= Attia gens =

The gens Attia was a plebeian family at Rome, which may be identical with the gens Atia, also sometimes spelled with a double t. This gens is known primarily from two individuals: Publius Attius Atimetus, a physician to Augustus, and another physician of the same name, who probably lived later during the first century AD, and may have been a son of the first. A member of this family rose to the consulship in the early second century, but his career is known entirely from inscriptions.

==Members==
- Publius Attius Atimetus, physician to Augustus, perhaps the same person as the freedman of the physician Cassius, who lived in the time of Scribonius Largus, physician to Claudius, and who was quoted by Galen, who gives his name as Atimetrus.
- Publius Attius Atimetus, another physician, probably later during the first century AD.
- Publius Attius Varus, governor of Africa and supporter of Pompey, active during Caesar's civil war.
- Attius Labeo, a Roman poet who translated the works of Homer.

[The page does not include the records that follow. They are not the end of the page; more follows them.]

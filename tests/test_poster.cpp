// `kith export SESSION --poster`: a collection of 300 pictures, each one solid colour of its own
// (invented here, fixed seed), gives PNG, PDF and SVG posters on which nearly every picture can be
// seen, counted by the colours in the raster (the PDF rasterized by poppler's pdftoppm, the SVG by
// librsvg's rsvg-convert); and bad input is refused with nothing written.
#include <doctest/doctest.h>
#include <stb_image.h>
#include <stb_image_write.h>

#include <array>
#include <map>
#include <random>
#include <sstream>

#include "solver/session/session_store.h"
#include "tests/approx.h"
#include "tests/sessions_support.h"
#include "viewer/scene/palette.h"
#include "viewer/session/poster.h"

namespace {

using kith::test::run_kith;
using kith::test::run_shell;
using Colour = std::array<int, 3>;

int colour_distance(const Colour& a, const Colour& b) {
  return std::max({std::abs(a[0] - b[0]), std::abs(a[1] - b[1]), std::abs(a[2] - b[2])});
}
Colour from_rgb(const kith::Rgb& c) { return {int(c.r * 255 + 0.5f), int(c.g * 255 + 0.5f), int(c.b * 255 + 0.5f)}; }

// Colours differ by at least this much on some channel (of 255), from each other and from the
// poster's own colours, so a pixel names at most one picture.
constexpr int kApart = 18;
// A raster pixel is a picture's colour when each channel is within this of it (rasterizers round).
constexpr int kTolerance = 3;
// A picture counts as visible with at least this many pixels of its colour (a 4 x 4 patch).
constexpr size_t kMinPixels = 16;

// 300 invented colours and their pictures (some wide, some tall, most square); DIR/items.csv with
// id, a tag, the colour as three features and the picture's path.
std::vector<Colour> make_colour_collection(const std::string& dir) {
  const kith::Palette pal = kith::Palette::paper();
  std::vector<Colour> avoid = {
      from_rgb(pal.ground), from_rgb(pal.ink), from_rgb(pal.card_frame), from_rgb(pal.muted), {0xE4, 0xE0, 0xD8},
      {255, 255, 255},      {0, 0, 0}};
  for (size_t k = 0; k < kith::Palette::kCategorical.size(); ++k) avoid.push_back(from_rgb(pal.category(int(k))));
  std::mt19937 rng(20261203);
  std::uniform_int_distribution<int> channel(10, 245);
  std::vector<Colour> colours;
  while (colours.size() < 300) {
    const Colour c = {channel(rng), channel(rng), channel(rng)};
    bool ok = true;
    for (const Colour& o : colours) ok = ok && colour_distance(c, o) >= kApart;
    for (const Colour& o : avoid) ok = ok && colour_distance(c, o) >= kApart;
    if (ok) colours.push_back(c);
  }
  std::ostringstream csv;
  csv << "id,tone,red,green,blue,photo\n";
  for (size_t i = 0; i < colours.size(); ++i) {
    const int w = i % 5 == 0 ? 48 : 32, h = i % 7 == 0 ? 48 : 32;
    std::vector<unsigned char> px(size_t(w * h * 3));
    for (size_t p = 0; p < px.size(); ++p) px[p] = (unsigned char)colours[i][p % 3];
    const std::string name = "chip-" + std::to_string(i) + ".png";
    REQUIRE(stbi_write_png((dir + "/" + name).c_str(), w, h, 3, px.data(), w * 3));
    const Colour& c = colours[i];
    csv << "chip-" << i << "," << (c[0] > c[2] ? "warm" : "cool") << "," << c[0] << "," << c[1] << "," << c[2] << ","
        << name << "\n";
  }
  kith::test::write_bytes(dir + "/items.csv", csv.str());
  return colours;
}

// A session of the collection, its map the colours themselves (a 3-D map is what a session keeps).
std::string make_session(const std::string& dir, const std::vector<Colour>& colours) {
  const std::string session = dir + "/chips.kith";
  const auto r = run_kith("new " + dir + "/items.csv -o " + session);
  INFO(r.output);
  REQUIRE(r.code == 0);
  kith::Points map(Eigen::Index(colours.size()), 3);
  for (size_t i = 0; i < colours.size(); ++i)
    for (int d = 0; d < 3; ++d) map(Eigen::Index(i), d) = colours[i][size_t(d)] / 25.5;
  kith::SessionStore::open(session)->write_checkpoint(map, 100);
  return session;
}

// How many of COLOURS cover at least kMinPixels pixels of the PNG at PATH.
size_t visible_colours(const std::string& path, const std::vector<Colour>& colours) {
  int w = 0, h = 0, ch = 0;
  unsigned char* d = stbi_load(path.c_str(), &w, &h, &ch, 3);
  REQUIRE(d != nullptr);
  std::map<int, size_t> seen;  // exact colour -> pixels
  for (size_t p = 0; p < size_t(w) * size_t(h); ++p) ++seen[(d[3 * p] << 16) | (d[3 * p + 1] << 8) | d[3 * p + 2]];
  stbi_image_free(d);
  size_t visible = 0;
  for (const Colour& c : colours) {
    size_t pixels = 0;
    for (const auto& [key, count] : seen)
      if (colour_distance(c, {key >> 16, (key >> 8) & 255, key & 255}) <= kTolerance) pixels += count;
    visible += pixels >= kMinPixels;
  }
  return visible;
}

}  // namespace

TEST_CASE("poster: 300 pictures of one colour each are nearly all visible on the PNG, PDF and SVG posters") {
  const std::string dir = kith::test::temp_dir("poster-colours");
  const std::vector<Colour> colours = make_colour_collection(dir);
  const std::string session = make_session(dir, colours);
  // Measured 2026-12-03 (A3): 300 of 300 in all three; 95% is the bar the issue asks for.
  const size_t kMinVisible = 285;

  // Makes the poster FILE with OPTIONS, turns it into a PNG with RASTER (none for a PNG poster)
  // and counts the colours visible there.
  auto visible_on = [&](const std::string& file, const std::string& options, const std::string& raster,
                        const std::string& png) {
    auto r = run_kith("export " + session + " --poster " + dir + "/" + file + " " + options);
    INFO(r.output);
    REQUIRE(r.code == 0);
    CHECK(r.output.find("nearest neighbours") != std::string::npos);
    if (!raster.empty()) REQUIRE(run_shell(raster).code == 0);
    return visible_colours(dir + "/" + png, colours);
  };
  const size_t png = visible_on("poster.png", "--caption tone", "", "poster.png");
  CHECK(kith::test::file_bytes(dir + "/poster.png").find("kith") != std::string::npos);  // the Software mark
  const size_t pdf = visible_on("poster.pdf", "--contact-sheets",
                                "pdftoppm -png -r 72 -f 1 -l 1 -singlefile " + dir + "/poster.pdf " + dir + "/pdf-page",
                                "pdf-page.png");
  const size_t svg = visible_on("poster.svg", "--size 1600x1200",
                                "rsvg-convert -o " + dir + "/svg.png " + dir + "/poster.svg", "svg.png");
  // The contact sheets are the PDF's pages after the poster: every picture is on one of them.
  const auto info = run_shell("pdfinfo " + dir + "/poster.pdf");
  int pages = 0;
  if (const size_t at = info.output.find("Pages:"); at != std::string::npos)
    pages = std::atoi(info.output.c_str() + at + 6);
  CHECK(pages >= 2);
  size_t on_sheets = 0;
  for (int page = 2; page <= pages; ++page) {
    const std::string name = dir + "/sheet-" + std::to_string(page);
    REQUIRE(run_shell("pdftoppm -png -r 72 -f " + std::to_string(page) + " -l " + std::to_string(page) +
                      " -singlefile " + dir + "/poster.pdf " + name)
                .code == 0);
    on_sheets += visible_colours(name + ".png", colours);
  }
  MESSAGE("visible on the contact sheets (" << pages - 1 << " pages): " << on_sheets);
  CHECK(on_sheets >= kMinVisible);
  CHECK(on_sheets <= 300);  // each picture on one sheet only
  MESSAGE("visible of 300: PNG " << png << ", PDF " << pdf << ", SVG " << svg);
  CHECK(png >= kMinVisible);
  CHECK(pdf >= kMinVisible);
  CHECK(svg >= kMinVisible);
}

TEST_CASE("poster: unknown sizes and caption columns and existing files are refused, nothing written") {
  const std::string dir = kith::test::temp_dir("poster-refusals");
  std::vector<Colour> colours;
  {
    std::ostringstream csv;
    csv << "id,tone,a,b,c\n";
    for (int i = 0; i < 40; ++i)
      csv << "bead-" << i << "," << (i % 2 ? "matt" : "glossy") << "," << i % 4 << "," << (i * 3) % 5 << "," << 0.1 * i
          << "\n";
    kith::test::write_bytes(dir + "/items.csv", csv.str());
  }
  const std::string session = dir + "/beads.kith";
  REQUIRE(run_kith("new " + dir + "/items.csv -o " + session).code == 0);
  auto r = run_kith("export " + session + " --poster " + dir + "/p.png");
  CHECK(r.code == 3);  // no map yet
  CHECK(r.output.find("no map yet") != std::string::npos);
  kith::SessionStore::open(session)->write_checkpoint(kith::Points::Random(40, 3), 10);

  r = run_kith("export " + session + " --poster " + dir + "/p.png --size A9");
  CHECK(r.code == 2);
  CHECK(r.output.find("A3") != std::string::npos);
  CHECK(r.output.find("'A9'") != std::string::npos);
  r = run_kith("export " + session + " --poster " + dir + "/p.png --caption colourway");
  CHECK(r.code == 2);
  CHECK(r.output.find("colourway") != std::string::npos);
  CHECK(r.output.find("tone") != std::string::npos);  // the columns there are
  r = run_kith("export " + session + " --poster " + dir + "/p.gif");
  CHECK(r.code == 2);
  r = run_kith("export " + session + " --caption tone --layout " + dir + "/l.csv");
  CHECK(r.code == 2);
  r = run_kith("export " + session + " --picture " + dir + "/m.png --size A3");
  CHECK(r.code == 2);
  CHECK(kith::test::folder_listing(dir) == std::vector<std::string>{"beads.kith", "items.csv"});

  // Items without pictures: neutral cards; the poster is made.
  r = run_kith("export " + session + " --poster " + dir + "/p.png --caption tone --contact-sheets");
  INFO(r.output);
  REQUIRE(r.code == 0);
  CHECK(r.output.find("0 as pictures") != std::string::npos);
  const std::string before = kith::test::file_bytes(dir + "/p.png");
  // An existing poster (or contact sheet) is kept without --force.
  r = run_kith("export " + session + " --poster " + dir + "/p.png");
  CHECK(r.code == 2);
  CHECK(r.output.find("--force") != std::string::npos);
  CHECK(kith::test::file_bytes(dir + "/p.png") == before);
  // A contact sheet's file counts as much: with one there, nothing is written.
  kith::test::write_bytes(dir + "/s-group-1.png", "mine");
  kith::test::write_bytes(dir + "/s-no-group.png", "mine");
  r = run_kith("export " + session + " --poster " + dir + "/s.png --contact-sheets");
  CHECK(r.code == 2);
  CHECK(r.output.find("--force") != std::string::npos);
  CHECK(!std::filesystem::exists(dir + "/s.png"));
  CHECK(kith::test::file_bytes(dir + "/s-group-1.png") == "mine");
  CHECK(kith::test::file_bytes(dir + "/s-no-group.png") == "mine");
  r = run_kith("export " + session + " --poster " + dir + "/p.png --force --size A2");
  CHECK(r.code == 0);
  CHECK(kith::test::file_bytes(dir + "/p.png") != before);
}
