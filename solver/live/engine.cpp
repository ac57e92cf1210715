// Engine (see engine.h): the t-SNE + judgments model driven by LiveLoop (live_loop.h).
//
// [SECTION] options   [SECTION] the model: set-up, commands, heavy jobs, step, snapshot
// [SECTION] Engine
//
// What the model does with each command (all between iterations, on the worker):
//   AddJudgment / RetractJudgment   the blended objective's judgment set; the schedule goes on
//                                   (no early exaggeration again on a settled map)
//   Pin / Unpin                     hard pin: gradient row zero, and the row is put back exactly
//   DragTarget / ClearDrag          a held drag is a temporary pin: the item jumps to the target
//                                   and is held there until ClearDrag; its neighbours follow
//   SetBlend/Theta/LearningRate/Exaggeration   numbers, taken at once
//   SetPerplexity (heavy)           neighbours and P rebuilt on the helper thread, then swapped
// A setting is checked by setting_problem() (MapParameters) first; a refused command changes
// nothing. Each snapshot carries the judgment set in force (a new JudgmentSet, version + 1, after
// the judgments changed, else the same one) and the parameters in force.
//   InsertItems (heavy)             features re-prepared, neighbours and P rebuilt on the helper;
//                                   each new item starts at the affinity-weighted mean of its
//                                   existing neighbours' positions, and for a while only the new
//                                   items move (the rest of the map is not disturbed)
//   SetFeatures (heavy)             same items, new features: re-prepared, neighbours and P rebuilt on
//                                   the helper, swapped in, then a stretch of exaggeration to regroup
//   RemoveItems                     rows dropped from the map, P (renormalized), judgments, pins
//   Restart                         the first map again (PCA start, or from multiscale_above items
//                                   the multiscale start), optimizer state forgotten
// The first map: the PCA start, shown while neighbours and P are built on the worker; from
// multiscale_above items with features (no given graph or start) it is then replaced by the
// multiscale start (solver/fit/multiscale.h), which the schedule refines from its first step
// after early exaggeration.
#include "solver/live/engine.h"
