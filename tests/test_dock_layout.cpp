// The docks (viewer/scene/dock_layout.h): panels along the window's edges never overlap each other
// or the free map area, at any window size down to 1024x640 and past it; hidden panels take no
// room; a column's height is shared by water filling; and the camera's free area
// (Camera::set_free_area) puts a framed map and a framed item inside that area.
#include <doctest/doctest.h>

#include <algorithm>
#include <cmath>
#include <glm/glm.hpp>
#include <numeric>
#include <random>
#include <stdexcept>

#include "viewer/scene/camera.h"
#include "viewer/scene/dock_layout.h"

namespace kith {
namespace {

// The window's own set: three panels on the left, four on the right, two of them lists.
std::vector<DockPanel> window_panels() {
  return {{"Colours", DockSide::kLeft, true, 200.f}, {"Selected items", DockSide::kLeft, true, 320.f},
          {"Structure", DockSide::kLeft, true, 0.f}, {"Map", DockSide::kRight, true, 260.f},
          {"People", DockSide::kRight, true, 180.f}, {"Judgments", DockSide::kRight, true, 0.f},
          {"Agreement", DockSide::kRight, true, 0.f}};
}

DockOptions window_options() {
  DockOptions o;
  o.top = 22.f;
  o.bottom_strip = 54.f;
  o.left_width = 320.f;
  o.right_width = 320.f;
  return o;
}

// Every shown panel lies inside the window and inside its column, meets no other panel and not
// the map area; the strip meets nothing either.
void check_apart(const DockLayout& d, const std::vector<DockPanel>& panels) {
  for (size_t a = 0; a < d.panels.size(); ++a) {
    const DockRect& r = d.panels[a];
    if (r.empty()) continue;
    CAPTURE(panels[a].name);
    CHECK(r.inside(d.window));
    CHECK(r.inside(panels[a].side == DockSide::kLeft ? d.left : d.right));
    CHECK_FALSE(r.overlaps(d.map_area));
    CHECK_FALSE(r.overlaps(d.strip));
    for (size_t b = 0; b < a; ++b) CHECK_FALSE(r.overlaps(d.panels[b]));
  }
  CHECK_FALSE(d.map_area.overlaps(d.strip));
  CHECK(d.map_area.inside(d.window));
}

}  // namespace

TEST_CASE("dock layout: at 1280x800 and 1024x640 no panel overlaps another, the strip or the map area") {
  const auto panels = window_panels();
  for (const auto [w, h] : {std::pair{1280.f, 800.f}, std::pair{1024.f, 640.f}}) {
    CAPTURE(w);
    const DockLayout d = layout_docks(w, h, panels, window_options());
    check_apart(d, panels);
    for (size_t k = 0; k < panels.size(); ++k) {
      CAPTURE(panels[k].name);
      CHECK_FALSE(d.panels[k].empty());  // all seven fit
      CHECK_FALSE(d.squeezed[k]);
    }
    // The map keeps the middle: at least the least map width, between the columns, under the
    // menu, over the strip.
    CHECK(d.map_area.width() >= window_options().min_map_width);
    CHECK(d.map_area.x0 >= d.left.x1);
    CHECK(d.map_area.x1 <= d.right.x0);
    CHECK(d.map_area.y0 == doctest::Approx(22.f));
    CHECK(d.map_area.y1 == doctest::Approx(h - 54.f));
    CHECK(d.strip.y0 == doctest::Approx(h - 54.f));
  }
}

TEST_CASE("dock layout: narrower windows shrink the columns before the map, down to their least width") {
  const auto panels = window_panels();
  const DockOptions o = window_options();
  // Room for both at full width plus the map: the asked widths.
  DockLayout d = layout_docks(1280.f, 800.f, panels, o);
  CHECK(d.left.width() == doctest::Approx(320.f));
  CHECK(d.right.width() == doctest::Approx(320.f));
  // 1000 wide: 1000 - 4 gaps - 380 = 596 for both columns, shared in proportion.
  d = layout_docks(1000.f, 640.f, panels, o);
  CHECK(d.left.width() == doctest::Approx(298.f));
  CHECK(d.map_area.width() >= o.min_map_width - 1.f);
  check_apart(d, panels);
  // Far too narrow: the columns stop at their least width and the map takes what is left,
  // still never under a panel.
  d = layout_docks(600.f, 500.f, panels, o);
  CHECK(d.left.width() == doctest::Approx(o.min_column_width));
  CHECK(d.right.width() == doctest::Approx(o.min_column_width));
  check_apart(d, panels);
  // Random sizes, random panels hidden and random wishes: never an overlap.
  std::mt19937 rng(11);
  std::uniform_real_distribution<float> size(300.f, 2600.f), want(-50.f, 700.f);
  for (int trial = 0; trial < 500; ++trial) {
    auto p = window_panels();
    for (auto& x : p) x.shown = rng() % 4 != 0, x.wanted_height = want(rng);
    const DockLayout r = layout_docks(size(rng), size(rng) * 0.6f, p, o);
    check_apart(r, p);
    for (size_t k = 0; k < p.size(); ++k) {
      if (!p[k].shown) CHECK(r.panels[k].empty());
      if (p[k].shown && !r.squeezed[k]) CHECK(r.panels[k].height() >= o.min_panel_height - 1.f);
    }
  }
}

TEST_CASE("dock layout: a hidden panel takes no room, and a column with none shown takes no width") {
  auto panels = window_panels();
  const DockOptions o = window_options();
  const DockLayout all = layout_docks(1280.f, 800.f, panels, o);
  panels[0].shown = false;  // Colours hidden: Selected items moves up to the top
  DockLayout d = layout_docks(1280.f, 800.f, panels, o);
  CHECK(d.panels[0].empty());
  CHECK(d.panels[1].y0 == doctest::Approx(all.panels[0].y0));
  // The whole left column hidden: the map reaches the window's left edge.
  panels[1].shown = panels[2].shown = false;
  d = layout_docks(1280.f, 800.f, panels, o);
  CHECK(d.left.empty());
  CHECK(d.map_area.x0 == doctest::Approx(0.f));
  CHECK(d.map_area.width() > all.map_area.width() + 300.f);
  check_apart(d, panels);
}

TEST_CASE(
    "dock layout: a column shares its height by water filling, lists take the rest, a panel that cannot fit is left "
    "out") {
  // 600 px, gaps of 6: small wishes are met, a large one gets the even share of what is left.
  std::vector<float> h = share_column(600.f, {100.f, 150.f, 900.f}, 64.f, 6.f, 180.f);
  CHECK(h[0] == doctest::Approx(100.f));
  CHECK(h[1] == doctest::Approx(150.f));
  CHECK(h[2] == doctest::Approx(600.f - 12.f - 250.f));
  // A stretching panel (a list) takes what the sized ones leave ...
  h = share_column(600.f, {100.f, 0.f}, 64.f, 6.f, 180.f);
  CHECK(h[0] == doctest::Approx(100.f));
  CHECK(h[1] == doctest::Approx(494.f));
  // ... and keeps its 180 even when a sized panel asks for everything.
  h = share_column(600.f, {1000.f, 0.f}, 64.f, 6.f, 180.f);
  CHECK(h[1] == doctest::Approx(180.f));
  CHECK(h[0] == doctest::Approx(600.f - 6.f - 180.f));
  // Room for two at their least: the third is left out, never drawn over the others.
  h = share_column(140.f, {100.f, 100.f, 100.f}, 64.f, 6.f, 180.f);
  CHECK(h[0] == doctest::Approx(67.f));
  CHECK(h[2] == 0.f);
  const float used = std::accumulate(h.begin(), h.end(), 0.f);
  CHECK(used + 6.f <= 140.f + 1.f);
  CHECK_THROWS_AS(layout_docks(800.f, 600.f, window_panels(),
                               [] {
                                 DockOptions o;
                                 o.gap = -1.f;
                                 return o;
                               }()),
                  std::invalid_argument);
}

TEST_CASE("dock layout: the camera frames the free area: the whole map and a chosen item land inside it, centred") {
  std::mt19937_64 rng(5);
  std::normal_distribution<float> g(0.f, 2.f);
  std::vector<glm::vec3> pts(400);
  for (auto& p : pts) p = glm::vec3(g(rng) * 2.f, g(rng), g(rng));
  // Only a left column: the free area is off centre sideways and vertically (menu, strip).
  std::vector<DockPanel> panels = {{"Colours", DockSide::kLeft, true, 200.f},
                                   {"Structure", DockSide::kLeft, true, 0.f}};
  DockOptions o = window_options();
  o.left_width = 420.f;
  for (const auto [w, h] : {std::pair{1280, 800}, std::pair{1024, 640}}) {
    CAPTURE(w);
    const DockLayout d = layout_docks(float(w), float(h), panels, o);
    Camera cam;
    cam.set_viewport(w, h);
    cam.set_free_area(d.map_area.x0, d.map_area.y0, d.map_area.x1, d.map_area.y1);
    cam.fit_points(pts, false, 0.05f);
    for (const auto& q : pts) {
      const Projected s = cam.project(q);
      REQUIRE(s.visible);
      CHECK(d.map_area.contains(s.screen.x, s.screen.y));
      // Picking and dragging invert the same off-centre projection.
      CHECK(glm::length(cam.on_facing_plane(s.screen, q) - q) < 1e-3f * (1.f + glm::length(q)));
    }
    const Projected t = cam.project(cam.goal().target);
    CHECK(t.screen.x == doctest::Approx((d.map_area.x0 + d.map_area.x1) * 0.5f).epsilon(1e-3));
    CHECK(t.screen.y == doctest::Approx((d.map_area.y0 + d.map_area.y1) * 0.5f).epsilon(1e-3));
    // Framing one item far out on the left (where the panels would have hidden it on a centred
    // camera) puts it at the free area's centre.
    const glm::vec3 far_left = *std::min_element(pts.begin(), pts.end(), [](auto& a, auto& b) { return a.x < b.x; });
    cam.fit_points({far_left - glm::vec3(0.3f), far_left + glm::vec3(0.3f)}, false, 0.05f);
    const Projected f = cam.project(far_left);
    CHECK(d.map_area.contains(f.screen.x, f.screen.y));
    CHECK(std::abs(f.screen.x - (d.map_area.x0 + d.map_area.x1) * 0.5f) < 2.f);
  }
  // An empty area means the whole viewport.
  Camera cam;
  cam.set_viewport(800, 600);
  cam.set_free_area(10.f, 10.f, 10.f, 10.f);
  CHECK(cam.free_share().x == doctest::Approx(1.f));
  CHECK(cam.free_centre_ndc().x == doctest::Approx(0.f));
}

}  // namespace kith
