// The default tag column (solver/io/collection.h, default_tag_column): the first column whose
// values group items, the same for the window's colours and every command's suspects.
#include <doctest/doctest.h>

#include <sstream>
#include <string>
#include <vector>

#include "solver/io/collection.h"
#include "tests/approx.h"
#include "tests/sessions_support.h"

TEST_CASE("default tag: the first column that groups items, unique labels are not tags") {
  const kith::Collection tea = kith::load_collection(std::string(KITH_SOURCE_DIR) + "/assets/tea_blends.csv");
  REQUIRE(tea.tags.size() >= 2);
  CHECK(tea.tags[0].name == "name");  // unique per blend: a label
  const int t = kith::default_tag_column(tea);
  REQUIRE(t >= 0);
  CHECK(tea.tags[size_t(t)].name == "family");
  CHECK(kith::find_tag_column(tea, "")->name == "family");
  CHECK(kith::find_tag_column(tea, "origin")->name == "origin");
  CHECK(kith::find_tag_column(tea, "nope") == nullptr);
  // Two items a value on average is enough; one value alone, or one item a value, is not.
  const kith::Collection c = kith::load_collection_from_memory(
      "id,label,same,pairs,w\na,x1,k,p,1\nb,x2,k,p,2\nc,x3,k,q,3\nd,x4,k,q,4\ne,x5,k,,5\n", "t.csv");
  REQUIRE(c.tags.size() == 3);
  CHECK(kith::default_tag_column(c) == 2);
  const kith::Collection none =
      kith::load_collection_from_memory("id,label,w\na,x1,1\nb,x2,2\nc,x3,3\n", "n.csv");
  CHECK(kith::default_tag_column(none) == -1);
  CHECK(kith::find_tag_column(none, "") == nullptr);
}

TEST_CASE("default tag: kith fit --suspects on the tea blends scores by family, not by the unique name") {
  const std::string dir = kith::test::temp_dir("default-tag");
  const std::string out = dir + "/tea.csv";
  const kith::test::KithRun r = kith::test::run_kith("fit " + std::string(KITH_SOURCE_DIR) +
                                                     "/assets/tea_blends.csv --suspects --quiet -o " + out);
  CAPTURE(r.output);
  REQUIRE(r.code == 0);
  std::istringstream csv(kith::test::file_bytes(out));
  std::string line;
  std::getline(csv, line);
  REQUIRE(line.substr(line.rfind(',') + 1) == "suspect_score");
  size_t rows = 0, all_differ = 0;
  while (std::getline(csv, line)) {
    ++rows;
    all_differ += std::stod(line.substr(line.rfind(',') + 1)) == 1.0;
  }
  CHECK(rows == 300);
  // By the unique name every item's neighbours all differ (score 1); by family most agree.
  CHECK(all_differ < rows / 4);
}
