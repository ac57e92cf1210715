// Groups (DBSCAN with an automatic radius): the knee rule by hand, blobs scored with scikit-learn's
// adjusted_rand_score (tests/reference/groups_reference.py), uniform noise, descriptions.
#include <doctest/doctest.h>

#include <fstream>
#include <set>

#include "solver/measures/groups.h"
#include "tests/analysis_support.h"
#include "tests/approx.h"

using namespace kith;

namespace {

Grouping group_file(const std::string& path, test::SimpleTable* table) {
  *table = test::read_simple_csv(path, 2);
  const size_t k = group_min_points({}, int(table->numbers.cols())) - 1;
  return find_groups(table->numbers, test::brute_neighbours(table->numbers, k));
}

void write_labels(const std::string& path, const std::vector<int>& labels) {
  std::ofstream out(path);
  for (int v : labels) out << v << "\n";
}

}  // namespace

TEST_CASE("knee of an ascending curve: the point farthest below the chord") {
  // Flat then a jump: the knee is the last flat point.
  CHECK(knee_index({1, 1, 1, 1, 1, 1, 1, 10}) == 6);
  CHECK(knee_index({0, 1, 2, 3, 20, 40}) == 3);
  CHECK(knee_index({5, 5}) == 0);
}

TEST_CASE("groups: two hand-placed clumps and a straggler") {
  Points y(11, 2);
  y << 0, 0, 0.1, 0, 0, 0.1, 0.1, 0.1, 0.05, 0.05,  //
      5, 5, 5.1, 5, 5, 5.1, 5.1, 5.1, 5.05, 5.05,    //
      20, 20;
  GroupOptions o;
  o.min_points = 4;
  o.eps = 0.2;
  o.min_group_size = 2;
  Grouping gr = find_groups(y, test::brute_neighbours(y, 3), o);
  REQUIRE(gr.groups.size() == 2);
  CHECK(gr.label[10] == -1);
  CHECK(gr.ungrouped == 1);
  CHECK(gr.label[0] == gr.label[4]);
  CHECK(gr.label[5] == gr.label[9]);
  CHECK(gr.label[0] != gr.label[5]);
  CHECK(gr.groups[0].size == 5);
  // The centre item of each clump is its first representative.
  CHECK(gr.groups[size_t(gr.label[0])].representatives[0] == 4);
  CHECK(gr.groups[size_t(gr.label[5])].representatives[0] == 9);
  describe_groups(&gr, {"x", "x", "x", "y", "", "z", "z", "z", "z", "z", "x"});
  const Group& a = gr.groups[size_t(gr.label[0])];
  REQUIRE(a.tags.size() == 2);
  CHECK(a.tags[0].tag == "x");
  CHECK(a.tags[0].count == 3);
  CHECK(a.purity == doctest::Approx(0.75));  // 3 of the 4 tagged members
  CHECK(gr.groups[size_t(gr.label[5])].purity == 1.0);
  GroupOptions bad;
  bad.min_points = 1;
  CHECK_THROWS_AS(find_groups(y, test::brute_neighbours(y, 3), bad), std::invalid_argument);
}

// Outside check: make_blobs data and adjusted_rand_score from scikit-learn (groups_reference.py).
TEST_CASE("groups recover well-separated Gaussian blobs (ARI >= 0.95) and make at most one of noise") {
  if (!test::reference_python_available()) {
    MESSAGE("skipped: /usr/bin/python3 with scikit-learn is not available");
    return;
  }
  const std::string dir = test::temp_dir("groups-blobs");
  for (int dims : {2, 3}) {
    for (int seed : {1, 2}) {
      const std::string csv = dir + "/blobs.csv";
      test::run_reference("groups_reference.py", "blobs " + csv + " " + std::to_string(dims) + " " + std::to_string(seed));
      test::SimpleTable t;
      const Grouping gr = group_file(csv, &t);
      std::vector<int> truth, pred;
      for (size_t i = 0; i < t.ids.size(); ++i) {
        truth.push_back(std::stoi(t.text[0][i].substr(1)));
        pred.push_back(gr.label[i]);
      }
      write_labels(dir + "/truth.txt", truth);
      write_labels(dir + "/pred.txt", pred);
      const double ari = std::stod(test::run_reference("groups_reference.py", "ari " + dir + "/truth.txt " + dir + "/pred.txt"));
      MESSAGE("blobs " << dims << "-D seed " << seed << ": " << gr.summary() << "; ARI " << ari);
      CHECK(ari >= 0.95);

      test::run_reference("groups_reference.py", "noise " + csv + " " + std::to_string(dims) + " " + std::to_string(seed));
      const Grouping noise = group_file(csv, &t);
      MESSAGE("uniform noise " << dims << "-D seed " << seed << ": " << noise.summary());
      CHECK(noise.groups.size() <= 1);
    }
  }
}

His translation has been lost.
- Sextus Attius Suburanus, consul suffectus in AD 101, consul in 104.
- Lucius Attius Macro, consul suffectus from the Kalends of September to the end of the year in AD 134. He had previously served as praetor, legate of the first legion at Brigetio, and the seventh legion in Hispania Tarraconensis, and was governor of Pannonia Inferior from 130 to 134.
- Marcus Attius Cornelianus, Praetorian prefect under Alexander Severus.